= DIRECTIONS FOR THIS TASK =
Read through the records. Copy each line that has the word "param".

= SOURCE RECORDS =
-=-=-=-=-

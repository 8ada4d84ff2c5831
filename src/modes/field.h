/* twinhorizon: linear stability of sonic horizon pairs in Bose-Einstein condensates
 * SPDX-License-Identifier: GPL-3.0-or-later
 *
 * The fluctuations of a mode along the real axis. Private to the library. Depends on mesh,
 * operator, dispersion, matching, flow. */
#ifndef TH_MODES_FIELD_H
#define TH_MODES_FIELD_H

#include <complex.h>
#include <stdbool.h>
#include "mesh/mesh.h"
#include "operator.h"
#include "twinhorizon/flow.h"

/* The fields at one point, and their x-derivatives. */
typedef struct {
    double complex eta, phi, eta_slope, phi_slope;
} th_field_sample;

/* A mode on a mesh. Flow and mesh are borrowed. */
typedef struct {
    const th_flow *flow;
    const th_mesh *mesh;
    double complex omega;
    double complex *eta, *phi;             /* [elements][order + 1] */
    double complex *eta_slope, *phi_slope; /* [elements][order + 1] */
} th_field;

/**
 * @param[in]  omega   frequency of the mode
 * @param[in]  vector  [op->size] scaled unknowns
 * @param[out] out     release with th_field_clear, after a failure too
 * @retval TH_ENOMEM  as it says
 */
TH_MUST_USE th_status th_field_create(const th_flow *flow, const th_mesh *mesh,
                                      const th_operator *op, double complex omega,
                                      const double complex *vector, th_field *out, th_error *err);

/** Release what a field holds. */
void th_field_clear(th_field *field);

/** The fields at x in an inside element e; beyond its ends the value at the end. */
th_field_sample th_field_inside(const th_field *field, int e, double x);

/* A mode beyond an open end: two outgoing waves, so that eta and phi are continuous at the edge.
 * A wave of wave number k has (eta, phi) = (k^2, -i (omega - v k)). */
typedef struct {
    bool known; /* false: omega is beyond the sector that the rotated end uncovers */
    int side;   /* -1 left, +1 right */
    double complex k[2], p[2], amplitude[2];
} th_field_tail;

/**
 * The waves beyond an open end. Subsonic: those that the rotated ray of the mesh damps. Supersonic:
 * those of the matching function.
 *
 * @param[in] side  -1 left end, +1 right end
 * @retval TH_ECONVERGE  the waves cannot be told apart
 */
TH_MUST_USE th_status th_field_tail_find(const th_field *field, int side, th_field_tail *out,
                                         th_error *err);

/** The fields at a distance >= 0 beyond the edge, of a tail that is known. */
th_field_sample th_field_outside(const th_field_tail *tail, double away);

#endif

-=-=-=-=-

= WRITTEN SOLUTION =
 * @param[in]  omega   frequency of the mode
 * @param[in]  vector  [op->size] scaled unknowns
 * @param[out] out     release with th_field_clear, after a failure too
 * @param[in] side  -1 left end, +1 right end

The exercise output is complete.